Os turbilhões de estrelas imaginárias sobrevoam o apartamento escuro naquela noite de quinta-feira.
Ela, esperando o telefone tocar, imagina-se como pó intergalático, que não se contenta mais em viver na margem do universo.
Ainda pensando em como todos nós somos poeira cósmica - nadas entre o tudo, imperfeitos calçando a soberba - pega um copo, enche com vinho barato que sobrou de ontem, sentou sozinha no sofá que lhe foi doado, chorou sozinha não ser acompanhada.
Pensou na lesbicidade que tinha dentro de si, no medo de não ser nem-um-nem-outro, nem paralela nem perpendicular à história.
Encheu a cara de aolidões ardendetes, de ser patética e de não saber o que se é.
Finge que escuta o telefone tocar, finge que conversa com alguém no ar: se este é o único lugar pra se viver, fecharei meus olhos - e gritando - porque eu sou uma alma nova, louca pra viver uma marginalidade que não é a de meu tempo!
E desbruçando-se no mar de lágrimas incessantes gritou pelo caos e a vontade de mudar tudo para não ser ainda mais medíocre.

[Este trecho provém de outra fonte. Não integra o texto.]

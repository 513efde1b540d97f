import { expect, test } from '@playwright/test'
import { logFreshVehicle, signInAs, watchConsole } from './helpers'

// Issue 11, card payments: a freshly logged vehicle; the clerk takes part of the bill in cash and the
// rest by card on the payment service's hosted page (the app's local stand-in, reached through the SDK),
// and the bill says paid in full once the service's signed webhook has been recorded.
test.describe.configure({ timeout: 360_000 })

test('part in cash, the rest by card on the hosted page: the bill is paid in full and the card has its reference', async ({ page }) => {
  const problems = watchConsole(page)
  await signInAs(page, 'manager')
  const { id: vehicleId } = await logFreshVehicle(page.request)

  await page.goto(`/vehicles/${vehicleId}`)
  const bill = page.getByTestId('billing')
  await expect(bill.getByTestId('billing-due')).toContainText('Balance due')

  await bill.getByRole('button', { name: 'Take a payment' }).click()
  const cash = page.getByRole('dialog', { name: 'Take a payment' })
  await cash.getByRole('radio', { name: 'Cash' }).check({ force: true })
  await cash.getByLabel('Amount paid').fill('50.00')
  const paidCash = page.waitForResponse((r) => r.url().endsWith('/payments') && r.request().method() === 'POST')
  await cash.getByRole('button', { name: 'Record the payment' }).click()
  expect((await paidCash).status()).toBe(201)
  await expect(bill.getByTestId('invoice-paid')).toHaveText('-$50.00')
  const rest = (await bill.getByTestId('invoice-due').innerText()).trim()

  // The rest by card: the dialog offers what is still due; an amount above it is refused beside the field.
  await bill.getByTestId('card-checkout').click()
  const card = page.getByRole('dialog', { name: 'Card on the payment page' })
  await expect(card.locator('input[name="cardAmount"]')).toHaveValue(rest.replace(/[$,]/g, ''))
  await card.locator('input[name="cardAmount"]').fill('99999.00')
  await card.getByRole('button', { name: 'Open the payment page' }).click()
  await expect(card.getByText(/more than is due/)).toBeVisible()
  await card.locator('input[name="cardAmount"]').fill(rest.replace(/[$,]/g, ''))
  await card.getByRole('button', { name: 'Open the payment page' }).click()

  await page.waitForURL(/\/pay\/cs_test_/)
  await expect(page.getByRole('heading', { name: 'Test payment' })).toBeVisible()
  await expect(page.getByText(rest).first()).toBeVisible()
  await page.getByLabel('Card number').fill('4000 0000 0000 0002')
  await page.getByRole('button', { name: /^Pay \$/ }).click()
  await expect(page.getByRole('alert')).toContainText('declined')
  await page.getByLabel('Card number').fill('4242 4242 4242 4242')
  await page.getByRole('button', { name: /^Pay \$/ }).click()

  await page.waitForURL(new RegExp(`/vehicles/${vehicleId}`))
  await expect(page.getByTestId('card-return')).toContainText(`Card payment of ${rest} received and recorded.`)
  await expect(bill.getByTestId('billing-due')).toContainText('Paid in full')
  await expect(bill.getByTestId('invoice-due')).toHaveText('$0.00')
  await expect(bill.getByTestId('payments')).toContainText(`${rest} Card on the payment page`)
  // The one refusal the test asked for (the over-payment) is the only failed request.
  expect(problems).toEqual(['Failed to load resource: the server responded with a status of 400 (Bad Request)'])
})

Olhou pela janela fechada por causa do vento frio e quis entender a juventude que não era mais tão ativa assim. Quis saber se seus colegas, amigos, amores ainda eram os mesmos, porque depois de tanto tempo sem querer saber de alguma coisa, já não entendia como podia amar tantas pessoas de tantas formas infelizes.
Abriu a janela, subiu no parapeito e pretendeu voar.
Mas com as asas podadas de passarinho engaiolado não se voa.
Enquanto o vinho esquentava ainda mais no copo, o sangue de tristeza se misturava ao leito triste de uma rua escurecida.
Levantou magoada com a morte, pois nem a morte a queria.